Ultrarapid sonochemical synthesis of ZnO hierarchical structures: From fundamental research to high efficiencies up to 6.42% for quasi-solid dye-sensitized solar cells

Zinc oxide (ZnO) hierarchical structures (HSs) have recently demonstrated notable photochemical and photovoltaic performances attributed to their nano/micro combined architectures. In this study, ZnO HSs were synthesized at room temperature using ultrarapid sonochemistry. This novel approach can effectively overcome deficiencies in the synthesis via traditional direct precipitation by promoting nucleation and accelerating diffusion. Only 15 min was needed to complete the formation of highly crystallized and uniformed HSs consisting of interconnected monocrystalline nanosheets using sonochemistry. The formation of HSs through in situ observations was interpreted using a new mechanism based on oriented attachment and reconstruction. In the nonequilibrium synthesis system, thicker, porous, and coarse crystallized ZnO sheets were first constructed via oriented attachment of small-sized nanocrystals. After reconstruction, untrathin, integrated, and monocrystalline nanosheets were obtained. According to the two-dimensional nanosheets to three-dimensional HSs, the formation was much more sophisticated because repeated and parallel heterogeneous oriented attachments with reconstructions dominated the final morphologies of the HSs.

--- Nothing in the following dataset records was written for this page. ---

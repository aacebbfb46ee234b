"""Band-pass filters: the plan from a target to candidates."""

from __future__ import annotations

import itertools
import math

from ..errors import InputError
from ..values import format_quantity, write_quantity
from .account import account, counted
from .band import Band
from .candidate import Asked, candidates
from .design import Design
from .edge import NEPER
from .limits import greatest_band_gain, least_edge_ratio
from .passing import WIDTHS, allowed
from .search import Hits, Tally, search
from .stock import Stock
from .target import Target
from .written import Wanted, rounded

LOSSES = (3.0, 6.0, 10.0, 20.0)  # dB that loading may cost beyond what isolated sections lose


def bandpass(target: Target) -> Design:
    """A high-pass section and a low-pass one after it."""
    assert target.lower is not None and target.upper is not None
    ratio = target.upper / target.lower
    _refuse_too_close(target, ratio)
    tally = None
    for width, loss in itertools.product(WIDTHS, LOSSES):
        band = Band(
            Stock.of(target.resistors),
            Stock.of(target.capacitors),
            target,
            2 * math.pi * target.lower,
            2 * math.pi * target.upper,
            math.log1p(width),
            greatest_band_gain(ratio) * 10 ** (-loss / 20),
        )
        hits, tally = search(band, target.keep)
        # The search over tolerances may find a worse place than the corners that were looked at.
        if len(hits) and (done := _designed(band, hits, tally)).candidates:
            return done
    assert tally is not None
    raise InputError(
        f"none of the {counted(tally.combinations)} combinations puts both cutoffs within "
        f"{100 * WIDTHS[-1]:g} % of where they are asked for and loses less than {LOSSES[-1]:g} dB more than "
        "it must.",
        remedy="Allow wider ranges of parts with --resistors and --capacitors, or a lighter load.",
    )


def _refuse_too_close(target: Target, ratio: float) -> None:
    """Raise InputError for cutoffs that no two sections have, nor any with some loading between them."""
    least = least_edge_ratio(1)
    if ratio > least:
        return
    assert target.lower is not None and target.upper is not None
    raise InputError(
        f"a band-pass of one high-pass and one low-pass section cannot have its cutoffs as near as "
        f"{format_quantity(target.lower, 'Hz')} and {format_quantity(target.upper, 'Hz')}: their ratio is "
        f"{ratio:.4g}, the least is 3 + 2 sqrt 2 = {least:.4g} (a Q of 1/2, half the signal lost), and only "
        "isolated sections would reach it.",
        remedy=f"Let the upper one be above {format_quantity(least * target.lower, 'Hz')}.",
    )


def _designed(band: Band, hits: Hits, tally: Tally) -> Design:
    target, width = band.target, math.expm1(band.width)
    assert target.lower is not None and target.upper is not None

    def claims(r: list[float], c: list[float]) -> list[Wanted]:
        return _claims(band, width, r, c)

    low, high = (format_quantity(each, "Hz") for each in (target.lower, target.upper))
    title = f"Band-pass of two sections: {low} to {high}"
    asked: Asked = {name: (name, {}) for name in ("centre", "bandwidth")}
    asked = {**asked, "noise": ("noise", {"from": 0.0, "to": math.inf})}
    found = candidates(target, title, hits, claims, asked, band.enough)
    return Design(
        target,
        title,
        2,
        width,
        math.expm1(band.enough),
        found,
        tally,
        {"lower": target.lower, "upper": target.upper},
        account(
            tally,
            len(found),
            f"{100 * math.expm1(band.enough):.3g} %",
            "",
            "because the peak falls as the last resistor grows",
        ),
    )


def _claims(band: Band, width: float, r: list[float], c: list[float]) -> list[Wanted]:
    target = band.target
    assert target.lower is not None and target.upper is not None
    wanted = []
    extremes = band.extremes(r, c)
    for edge, aim in (("lower", target.lower), ("upper", target.upper)):
        says = f"{edge.capitalize()} cutoff {format_quantity(aim, 'Hz')}, {allowed(width)}"
        between = [
            rounded(aim / (1 + width) / target.up, "Hz", up=False),
            rounded(aim * (1 + width) / target.down, "Hz", up=True),
        ]
        bound, options = {"between": between}, {"edge": edge}
        wanted.append(Wanted(f"cutoff_{edge}", says, "cutoff", options, bound, ends=extremes[edge]))
    loss = -NEPER * math.log(band.least_gain)
    middle = write_quantity(float(f"{band.middle / (2 * math.pi):.6g}"), "Hz")
    says = f"No more than {loss:.3g} dB lost in the middle"
    least = rounded(-loss - 1e-3, "dB", up=False)
    wanted.append(Wanted("gain", says, "gain", {"at": middle}, {"at_least": least}, None))
    return wanted


__all__ = ["bandpass"]
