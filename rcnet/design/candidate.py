"""A candidate held against the exact engine: its measures, its claims, its score."""

from __future__ import annotations

import math
from collections.abc import Callable, Mapping, Sequence
from dataclasses import dataclass

from ..circuit import Circuit, Claim, Network, parse_circuit_file
from ..claims import evaluate
from ..claims.tolerance import bounds, options_at
from ..errors import UndecidedError
from .edge import NEPER
from .search import Hits
from .target import Target
from .written import Wanted, circuit_text, part_rows, value_text

Claims = Callable[[list[float], list[float]], Sequence[Wanted]]  # what is claimed of resistors, capacitors
Asked = Mapping[str, tuple[str, Mapping[str, float | str]]]  # key -> measure and its options


@dataclass(frozen=True, slots=True)
class Held:
    """One claim of a candidate: its value, its range over the tolerances, and the margin.

    margin: the factor, less one, by which the worst value could still be worse; negative where it fails
    """

    key: str
    claim: Claim
    exact: float
    low: float
    high: float
    margin: float


@dataclass(frozen=True, slots=True)
class Candidate:
    """Parts that meet a target.

    parts: the chosen ones, as text; measures: of the exact network at nominal values, in the units of the
    measures table; score: the least margin of its claims, as far as it counts; spread: the greatest ratio
    between two resistors, or two capacitors; circuit, text: the complete circuit file
    """

    parts: Mapping[str, str]
    measures: Mapping[str, float]
    held: tuple[Held, ...]
    score: float
    spread: float
    circuit: Circuit
    text: str


def candidates(
    target: Target, title: str, hits: Hits, claims: Claims, asked: Asked, enough: float
) -> tuple[Candidate, ...]:
    """The best of what a search found, each with exact numbers, in order of rank; none that fails."""
    found: list[tuple[tuple[float, ...], Candidate]] = []
    ranked = hits.best(len(hits))
    for r, c, keys in zip(ranked.r.tolist(), ranked.c.tolist(), ranked.keys.tolist(), strict=True):
        made = _candidate(target, title, (r, c), claims(r, c), asked, enough)
        if made.score >= 0:
            found.append(((-round(made.score, 9), *keys[1:]), made))
        if len(found) == target.keep:
            break
    return tuple(made for _, made in sorted(found, key=lambda pair: pair[0]))


def _candidate(
    target: Target,
    title: str,
    values: tuple[list[float], list[float]],
    wanted: Sequence[Wanted],
    asked: Asked,
    enough: float,
) -> Candidate:
    rows = part_rows(target, *values)
    text = circuit_text(target, title, rows, wanted)
    circuit = parse_circuit_file(text, "candidate.rc.toml")
    held = tuple(_held(circuit, want, claim) for want, claim in zip(wanted, circuit.claims, strict=True))
    measures = {each.key: each.exact for each in held}
    measures |= {key: found for key, ask in asked.items() if (found := _measured(circuit, *ask)) is not None}
    least = min(math.log1p(each.margin) if each.margin > -1 else -math.inf for each in held)
    r, c = values
    return Candidate(
        {name: value_text(row[2]) for name, row in rows.items() if name not in ("Rsource", "Rload")},
        measures,
        held,
        round(math.expm1(min(least, enough)), 9),  # what differs by rounding only ties
        max(max(r) / min(r), max(c) / min(c)),
        circuit,
        text,
    )


def _measured(circuit: Circuit, measure: str, options: Mapping[str, float | str]) -> float | None:
    try:
        return evaluate(circuit.network, measure, "out", options_at(measure, options, 27.0))
    except UndecidedError:
        return None


def _held(circuit: Circuit, want: Wanted, claim: Claim) -> Held:
    exact = _value(circuit.network, claim)
    network = circuit.network
    if want.ends is not None:
        values = [_value(_moved(network, upper), claim) for upper in want.ends]
    elif want.against is not None:
        all_others = frozenset(part.name for part in network.parts) - want.against
        values = [_value(_moved(network, upper), claim) for upper in (want.against, all_others)]
    else:
        found = bounds(circuit, claim)
        values = [found.low, found.high]
    low, high = min(values), max(values)
    return Held(want.key, claim, exact, low, high, _margin(claim, low, high))


def _value(network: Network, claim: Claim) -> float:
    return evaluate(network, claim.measure.name, " ".join(claim.of), claim.options)


def _moved(network: Network, upper: frozenset[str]) -> Network:
    """The network with the parts named at the upper end of their tolerance, all others at the lower."""
    values = {}
    for part in network.parts:
        if part.tolerance is not None:
            end = part.tolerance.high if part.name in upper else part.tolerance.low
            values[part.name] = part.value * (1 + end)
    return network.with_values(values)


def _margin(claim: Claim, low: float, high: float) -> float:
    """How far the worse end lies inside the bound, as a factor less one; of decibels, of the amplitude."""
    bound = claim.bound
    if claim.measure.unit == "dB":
        return math.expm1(min(low - bound.low, bound.high - high) / NEPER)
    below = low / bound.low - 1 if bound.low > 0 else math.inf
    above = bound.high / high - 1 if high > 0 else math.inf
    return min(below, above)


__all__ = ["Asked", "Candidate", "Claims", "Held", "candidates"]
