"""Choosing parts of preferred values that meet a target in the real, loaded network."""

from .account import counted
from .candidate import Candidate, Held
from .design import Design, design
from .request import read_target
from .target import CAPACITORS, KEEP, KINDS, RESISTORS, Target

__all__ = [
    "CAPACITORS",
    "KEEP",
    "KINDS",
    "RESISTORS",
    "Candidate",
    "Design",
    "Held",
    "Target",
    "counted",
    "design",
    "read_target",
]
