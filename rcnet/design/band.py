"""Band-passes of a high-pass section and a low-pass one, for two cutoffs."""

from __future__ import annotations

import itertools
import math
from dataclasses import dataclass
from functools import cached_property

import numpy as np
import numpy.typing as npt

from .stock import Stock
from .target import Target

Float = npt.NDArray[np.float64]

NEAR = 2.5e-3  # of each cutoff: nearer it need not be before the spread of values counts


@dataclass(frozen=True)
class Band:
    """The question: C1 in series, R1 to ground, R2 in series, C2 to ground.

    H = b1 s/(a0 + a1 s + a2 s^2): the peak lies at sqrt(a0/a2), the cutoffs where |a0/w - a2 w| = a1.
    lower, upper: rad/s; width: the logarithm of how far off either may be; what tolerances add comes on top
    least_gain: in the middle between the cutoffs asked for, at the worst of tolerances
    """

    resistors: Stock
    capacitors: Stock
    target: Target
    lower: float
    upper: float
    width: float
    least_gain: float
    sections: int = 2
    rising: bool = True
    cost: float = 1.0
    sums: tuple[float, float] = (0.0, math.inf)

    @property
    def enough(self) -> float:
        """Nothing lies further inside than what is aimed at exactly; a four-hundredth from it is as good."""
        return self.width - NEAR

    @property
    def middle(self) -> float:
        """Between the cutoffs asked for, rad/s."""
        return math.sqrt(self.lower * self.upper)

    def weights(self, r: Float) -> Float:
        """None: there is no bound on the sum of modes that both cutoffs set."""
        return np.zeros((len(r), 2))

    def columns(self, c: Float) -> Float:
        """What nothing is multiplied with."""
        return c

    def span(self, r: Float, c: Float) -> tuple[Float, Float]:
        """The last resistors between which the peak, sqrt(a0/a2), lies as near as both cutoffs may be off.

        a0/a2 falls as R2 grows, as it is a quotient of two linear functions with one pole, below zero.
        """
        ends = []
        for shift in (1, -1):
            square = (self.middle * math.exp(shift * self.width)) ** 2
            g, q, p, through = self._pieces(r[:, 0], c[:, 0])
            top, bottom = q + g - square * through * c[:, 1], square * c[:, 1] * p - q * g
            with np.errstate(all="ignore"):
                ends.append(np.where(top <= 0, 0.0, np.where(bottom > 0, top / bottom, np.inf)))
        return ends[0], ends[1]

    def _pieces(
        self, r1: Float, c1: Float, source: Float | float | None = None, load: Float | float | None = None
    ) -> tuple[Float | float, Float, Float, Float]:
        source = self.target.source if source is None else source
        load = self.target.load if load is None else load
        return 1 / load, 1 / r1, c1 * (1 + source / r1), c1 * source

    def coefficients(
        self, r: Float, c: Float, source: Float | float | None = None, load: Float | float | None = None
    ) -> tuple[Float, Float, Float, Float]:
        """b1, a0, a1, a2 for each ladder; source and load as the target has them where they are not given."""
        r2, c2 = r[..., 1], c[..., 1]
        g, q, p, through = self._pieces(r[..., 0], c[..., 0], source, load)
        alpha, beta = 1 + r2 * g, r2 * c2
        return (
            c[..., 0],
            np.asarray(alpha * q + g),
            np.asarray(alpha * p + beta * q + c2 + through * g),
            np.asarray(beta * p + through * c2),
        )

    def margins(self, r: Float, c: Float) -> Float:
        """Both cutoffs and the gain in the middle, at every corner of the tolerances."""
        nominal = self.coefficients(r, c)
        found = np.min(
            [self.width - np.abs(np.log(edge / wanted)) for edge, wanted in self._edges(nominal)], axis=0
        )
        rest = np.flatnonzero(found >= 0)
        found[rest] = np.minimum(found[rest], self._at_corners(r[rest], c[rest]))
        return np.asarray(found)

    def _edges(self, coefficients: tuple[Float, Float, Float, Float]) -> list[tuple[Float, float]]:
        _, a0, a1, a2 = coefficients
        root = np.sqrt(a1 * a1 + 4 * a0 * a2)
        # The product of both is a0/a2; written so that nothing cancels.
        return [(2 * a0 / (a1 + root), self.lower), ((a1 + root) / (2 * a2), self.upper)]

    def _at_corners(self, r: Float, c: Float) -> Float:
        target, found = self.target, np.full(len(r), np.inf)
        for _, factors in self._corners:
            coefficients = self._moved(r, c, factors)
            for edge, wanted in self._edges(coefficients):
                low, high = wanted / target.up, wanted / target.down
                found = np.minimum(found, self.width + np.minimum(np.log(edge / low), np.log(high / edge)))
            b1, a0, a1, a2 = coefficients
            w = self.middle
            gain = b1 * w / np.hypot(a0 - a2 * w * w, a1 * w)
            found = np.minimum(found, np.log(gain / self.least_gain))
        return found

    @cached_property
    def _corners(self) -> list[tuple[frozenset[str], tuple[float, ...]]]:
        """The parts at the upper end of their tolerance, and what each part is multiplied with.

        Both cutoffs have their extremes at corners. Each is a root of a2 w^2 -+ a1 w - a0, and as all three
        are linear in each part, a given w is the cutoff for one value of the part at most: so the cutoff
        moves one way with it. And |H| is least at a corner, since 1/|H|^2 is a convex quadratic in each
        part's value, or in the reciprocal of C1's.
        """
        names = ("R1", "R2", "C1", "C2", "Rsource", "Rload")
        on_r, on_c = self.target.resistors.tolerance, self.target.capacitors.tolerance
        ends = [on_r, on_r, on_c, on_c, on_r, on_r]
        there = [True, True, True, True, self.target.source > 0, math.isfinite(self.target.load)]
        found = []
        for ups in itertools.product(*((False, True) if each else (False,) for each in there)):
            factors = [1 + (end.high if up else end.low) for end, up in zip(ends, ups, strict=True)]
            found.append((frozenset(itertools.compress(names, ups)), tuple(factors)))
        return found

    def _moved(self, r: Float, c: Float, factors: tuple[float, ...]) -> tuple[Float, Float, Float, Float]:
        return self.coefficients(
            r * np.array(factors[:2]),
            c * np.array(factors[2:4]),
            self.target.source * factors[4],
            self.target.load * factors[5],
        )

    def extremes(self, r: list[float], c: list[float]) -> dict[str, tuple[frozenset[str], frozenset[str]]]:
        """For each cutoff of one network the corners where it is least and greatest, as upper parts."""
        at = [
            (upper, [float(edge) for edge, _ in self._edges(self._moved(np.array(r), np.array(c), factors))])
            for upper, factors in self._corners
        ]
        return {
            name: (min(at, key=lambda each: each[1][k])[0], max(at, key=lambda each: each[1][k])[0])
            for k, name in enumerate(("lower", "upper"))
        }

    def noise(self, r: Float, c: Float) -> Float:
        """Over all frequencies, kT over the last capacitor."""
        return -c[:, -1]


__all__ = ["Band"]
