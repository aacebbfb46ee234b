"""Low-pass and high-pass filters: the plan from a target to candidates."""

from __future__ import annotations

import math
from collections.abc import Iterator, Sequence
from dataclasses import dataclass, replace

import numpy as np

from ..errors import InputError
from ..values import format_quantity, write_quantity
from .account import account, counted, sections_text
from .candidate import candidates
from .design import Design
from .edge import HALF, NEPER, Edge
from .ladder import Ladder
from .limits import attenuation_of_endless, least_ratio, most_attenuation
from .search import Hits, Tally, search
from .stock import Stock
from .target import MOST_SECTIONS, Target
from .written import Wanted, rounded

WIDTHS = (
    0.01,
    0.02,
    0.05,
    0.1,
    0.2,
    0.3,
    0.5,
)  # how far off target nominal values may be; the first that will do
LOSSES = (1.0, 3.0, 6.0, 20.0)  # dB that a load may cost beyond the least it can cost
USEFUL = 0.1  # of the signal: with less left at best, the source or the load is not meant for such a filter


def passing(target: Target) -> Design:
    """Low-pass or high-pass ladders; the fewest sections that will do where their number is not given."""
    plan = _Plan(target)
    plan.refuse_impossible()
    tally = None
    for edge in plan.edges():
        hits, tally = search(edge, target.keep)
        if len(hits) and (done := plan.designed(edge, hits, tally)).candidates:
            return done
        plan.large = not tally.complete
    assert tally is not None
    raise plan.nothing(tally)


@dataclass
class _Plan:
    target: Target
    large: bool = False  # whether there were too many combinations to decide all of them

    def __post_init__(self) -> None:
        self.low = self.target.kind == "lowpass"
        self.resistors = Stock.of(self.target.resistors)
        self.capacitors = Stock.of(self.target.capacitors)

    # ------------------------------------------------------------------ what is looked for

    @property
    def sections(self) -> Sequence[int]:
        """The numbers of sections to try, in order."""
        if self.target.sections is not None:
            return (self.target.sections,)
        every = range(1, MOST_SECTIONS[self.target.kind] + 1)
        wanted = self.target.attenuation
        if self.target.cutoff is None or wanted is None:
            return every[:1]
        return [n for n in every if self.most(n) >= wanted]

    def most(self, sections: int, *, exact: bool = False) -> float:
        """The most attenuation there is, dB, at the worst of tolerances; with exact parts where `exact`."""
        assert self.target.cutoff is not None and self.target.at is not None
        ratio = self.target.at / self.target.cutoff
        ratio = ratio if self.low else 1 / ratio
        if not exact:
            ratio *= (self.target.down if self.low else 1 / self.target.up) * (1 + WIDTHS[0])
        return most_attenuation(sections, ratio) if ratio > 1 else 0.0

    def edges(self) -> Iterator[Edge]:
        """The questions, the strictest first: every number of sections, then more loss, then more width."""
        for n in self.sections:
            ladder = Ladder(n, self.low, self.target.source, self.target.load)
            self.refuse_useless(ladder)
            self.refuse_out_of_reach(ladder)
            self.large = False
            for width in WIDTHS:
                for loss in LOSSES if self.loses else LOSSES[:1]:
                    # Where not all is searched, time is better spent on one section more.
                    if not self.large or loss == LOSSES[-1]:
                        yield self.edge(ladder, width, loss)
                if self.large:
                    break

    @property
    def loses(self) -> bool:
        """Whether the passband loses anything, to the load, or in the source of a high-pass."""
        return math.isfinite(self.target.load) if self.low else self.target.source > 0

    def edge(self, ladder: Ladder, width: float, loss: float) -> Edge:
        """One question; see WIDTHS and LOSSES."""
        target = self.target
        made = Edge(
            ladder, self.resistors, self.capacitors, target, self.aim(width), self.level, math.log1p(width)
        )
        if target.cutoff is not None and target.attenuation is not None and target.at is not None:
            made = replace(made, stop=(2 * math.pi * target.at, 10 ** (target.attenuation / 10)))
        if self.loses:
            best = float(made.worst_gain(self._best_resistors(ladder))[0])
            made = replace(made, least_gain=best * 10 ** (-loss / 20))
        return made

    @property
    def level(self) -> float:
        """How far power is down at the frequency aimed at."""
        if self.target.cutoff is not None:
            return HALF
        assert self.target.attenuation is not None
        return float(10 ** (self.target.attenuation / 10))

    def aim(self, width: float) -> float:
        """The frequency to be met with nominal values, rad/s.

        An attenuation alone is to be reached at the worst of tolerances, with `width` to spare.
        """
        if self.target.cutoff is not None:
            return 2 * math.pi * self.target.cutoff
        assert self.target.at is not None
        shift = self.target.down / (1 + width) if self.low else self.target.up * (1 + width)
        return 2 * math.pi * self.target.at * shift

    def _best_resistors(self, ladder: Ladder) -> np.ndarray[tuple[int, ...], np.dtype[np.float64]]:
        return np.full((1, ladder.sections), self.resistors.values[0 if self.low else -1])

    # ------------------------------------------------------------------ what cannot be

    def refuse_impossible(self) -> None:
        """Raise InputError where no ladder has that attenuation so near its cutoff."""
        wanted, at, cutoff = self.target.attenuation, self.target.at, self.target.cutoff
        if wanted is None or at is None or cutoff is None:
            return
        n = self.target.sections or MOST_SECTIONS[self.target.kind]
        most = self.most(n)
        if wanted <= most:
            return
        exact = self.most(n, exact=True)
        worst = (
            "" if self.target.down == self.target.up else f", {most:.3g} dB at the worst of the tolerances"
        )
        reached = ", and only equal sections isolated from each other would reach it" if n > 1 else ""
        raise InputError(
            f"{sections_text(n)} cannot give {wanted:g} dB at {format_quantity(at, 'Hz')} with the cutoff at "
            f"{format_quantity(cutoff, 'Hz')}: the most is {exact:.3g} dB{worst}{reached}.",
            remedy=self._what_would_do(n, wanted),
        )

    def _what_would_do(self, sections: int, wanted: float) -> str:
        enough = [
            n for n in range(sections + 1, MOST_SECTIONS[self.target.kind] + 1) if self.most(n) >= wanted
        ]
        if enough:
            return f"Take {sections_text(enough[0])} or more, or ask for less."
        assert self.target.cutoff is not None and self.target.at is not None
        spoilt = (self.target.down if self.low else 1 / self.target.up) * (1 + WIDTHS[0])
        ratio = least_ratio(sections, wanted) / spoilt
        place = self.target.cutoff * ratio if self.low else self.target.cutoff / ratio
        asked = self.target.at / self.target.cutoff
        ever = attenuation_of_endless(asked if self.low else 1 / asked)
        least = f"Ask for it at {format_quantity(place, 'Hz', 3)} or {'above' if self.low else 'below'}"
        if ever < wanted:
            return f"{least}; no number of sections gives more than {ever:.3g} dB there."
        return f"{least}."

    def refuse_useless(self, ladder: Ladder) -> None:
        """Raise InputError where the load, or the source, leaves nearly nothing of the signal."""
        best = float(ladder.gain(self._best_resistors(ladder))[0])
        if best >= USEFUL:
            return
        resistor = format_quantity(float(self._best_resistors(ladder)[0, 0]), "ohm")
        who = ("a load", self.target.load) if self.low else ("a source", self.target.source)
        raise InputError(
            f"{who[0]} of {format_quantity(who[1], 'ohm')} leaves at most {100 * best:.2g} % of the signal "
            f"with {sections_text(ladder.sections)} of {resistor}.",
            remedy=f"Allow {'smaller' if self.low else 'greater'} resistors with --resistors, or put a "
            f"buffer {'after' if self.low else 'before'} the filter.",
        )

    def refuse_out_of_reach(self, ladder: Ladder) -> None:
        """Raise InputError where even the smallest or the greatest parts do not reach the frequency.

        No part moves it up as it grows, so those are the limits of all combinations.
        """
        aim = self.aim(WIDTHS[0])
        for at, size in ((0, "smallest"), (-1, "greatest")):
            r = np.full((1, ladder.sections), self.resistors.values[at])
            c = np.full((1, ladder.sections), self.capacitors.values[at])
            limit = _frequency(ladder, r, c, self.level)
            if (limit < aim / (1 + WIDTHS[-1])) if at == 0 else (limit > aim * (1 + WIDTHS[-1])):
                what = "the cutoff" if self.target.cutoff is not None else "that attenuation"
                asked, there = (format_quantity(each / (2 * math.pi), "Hz") for each in (aim, limit))
                raise InputError(
                    f"the {size} parts allowed put {what} at {there}, and none puts it "
                    f"{'higher' if at == 0 else 'lower'}; {asked} is asked for.",
                    remedy="Allow others with --resistors and --capacitors.",
                )

    def nothing(self, tally: Tally) -> InputError:
        """Why there is no candidate although no bound forbids one."""
        n = self.target.sections or self.sections[-1]
        if tally.complete:
            every = counted(tally.combinations)
            what = f"none of the {every} combinations of {sections_text(n)} meets the target"
        else:
            what = f"no combination of {sections_text(n)} was found that meets the target"
        return InputError(
            f"{what}, though no bound forbids it.",
            remedy="Ask for a little less, or allow more sections, finer series or wider ranges of parts.",
        )

    # ------------------------------------------------------------------ what is told

    def designed(self, edge: Edge, hits: Hits, tally: Tally) -> Design:
        """The candidates with their claims."""
        target, width = self.target, math.expm1(edge.width)
        wanted = [*self._frequency_claims(edge, width), *self._loss_claim(edge)]
        asked: dict[str, tuple[str, dict[str, float | str]]] = {"cutoff": ("cutoff", {})}
        if self.low:
            asked |= {"dc_gain": ("dc_gain", {}), "noise": ("noise", {"from": 0.0, "to": math.inf})}
        says = self.says()
        title = f"{'Low' if self.low else 'High'}-pass of {sections_text(edge.sections)}: {says}"
        found = candidates(target, title, hits, lambda *_: wanted, asked, edge.enough)
        names = ("cutoff", "attenuation", "at")
        return Design(
            target,
            title,
            edge.sections,
            width,
            math.expm1(edge.enough),
            found,
            tally,
            {name: getattr(target, name) for name in names if getattr(target, name) is not None},
            account(
                tally,
                len(found),
                f"{100 * math.expm1(edge.enough):.3g} %",
                f"by the bounds of the {'time constants' if self.low else 'natural rates'}' sum",
                "because the frequency falls as the last resistor grows",
            ),
        )

    def says(self) -> str:
        """The target in words."""
        target, words = self.target, []
        if target.cutoff is not None:
            words.append(f"cutoff {format_quantity(target.cutoff, 'Hz')}")
        if target.attenuation is not None and target.at is not None:
            words.append(f"{target.attenuation:g} dB at {format_quantity(target.at, 'Hz')}")
        return ", ".join(words)

    def _frequency_claims(self, edge: Edge, width: float) -> Iterator[Wanted]:
        target = self.target
        low = edge.omega / (2 * math.pi) / (1 + width) / target.up
        high = edge.omega / (2 * math.pi) * (1 + width) / target.down
        if target.cutoff is not None:
            text = f"Cutoff {format_quantity(target.cutoff, 'Hz')}, {allowed(width)}"
            between = [rounded(low, "Hz", up=False), rounded(high, "Hz", up=True)]
            yield Wanted("cutoff", text, "cutoff", {}, {"between": between})
        if target.attenuation is None or target.at is None:
            return
        least = write_quantity(target.attenuation, "dB")
        at = write_quantity(target.at, "Hz")
        says = f"At {format_quantity(target.at, 'Hz')} down by {target.attenuation:g} dB"
        yield Wanted("attenuation", says, "attenuation", {"at": at}, {"at_least": least})
        if target.cutoff is None:
            passed = low if self.low else high
            says = f"Not down by so much at {format_quantity(passed, 'Hz')} yet"
            at = rounded(passed, "Hz", up=not self.low)
            yield Wanted("attenuation_before", says, "attenuation", {"at": at}, {"at_most": least})

    def _loss_claim(self, edge: Edge) -> Iterator[Wanted]:
        if not edge.least_gain:
            return
        loss = -NEPER * math.log(edge.least_gain)
        says = f"No more than {loss:.2g} dB lost in the passband"
        if self.low:
            against = frozenset({"Rload"})
            bound = rounded(edge.least_gain, "1", up=False)
            yield Wanted("dc_gain", says, "dc_gain", {}, {"at_least": bound}, against)
            return
        # Far above the cutoff nothing but resistors is left; what the last thousandth costs is allowed for.
        at = write_far(edge.omega / (2 * math.pi))
        bound = rounded(-loss - 0.01, "dB", up=False)
        yield Wanted("gain", says, "gain", {"at": at}, {"at_least": bound}, frozenset({"Rsource"}))


def allowed(width: float) -> str:
    """How far off a frequency may be, in words."""
    return f"give or take {100 * width:.3g} % and what tolerances do"


def write_far(cutoff: float) -> str:
    """A frequency far inside a high-pass' passband, as a circuit file has it."""
    return rounded(1000 * cutoff, "Hz", up=True)


def _frequency(ladder: Ladder, r: np.ndarray, c: np.ndarray, level: float) -> float:
    """Where the power of one ladder is down by a level, rad/s."""
    low, high = -80.0, 80.0
    for _ in range(200):
        middle = (low + high) / 2
        beyond = float(ladder.level(r, c, math.exp(middle))[0]) > level
        low, high = (low, middle) if beyond == ladder.low else (middle, high)
    return math.exp((low + high) / 2)


__all__ = ["LOSSES", "USEFUL", "WIDTHS", "passing"]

The relationships between synthetic conditions and HSs structures were established. Based on the photoanodes in dye-sensitized solar cells (DSCs), the performances of these differently structured HSs were tested. HSs with densely assembled nanosheets exhibited better performances in photoelectric conversions. Systematic investigations were also carried out by selecting two representative HSs to demonstrate the critical factors governing the optical and electrical properties of photoanodes. Finally, under AM 1.5 and 100mW cm^-2 light irradiation, high photoelectric conversion efficiencies of up to 6.42% were achieved. These results established a new record for quasi-solid ZnO-based DSCs.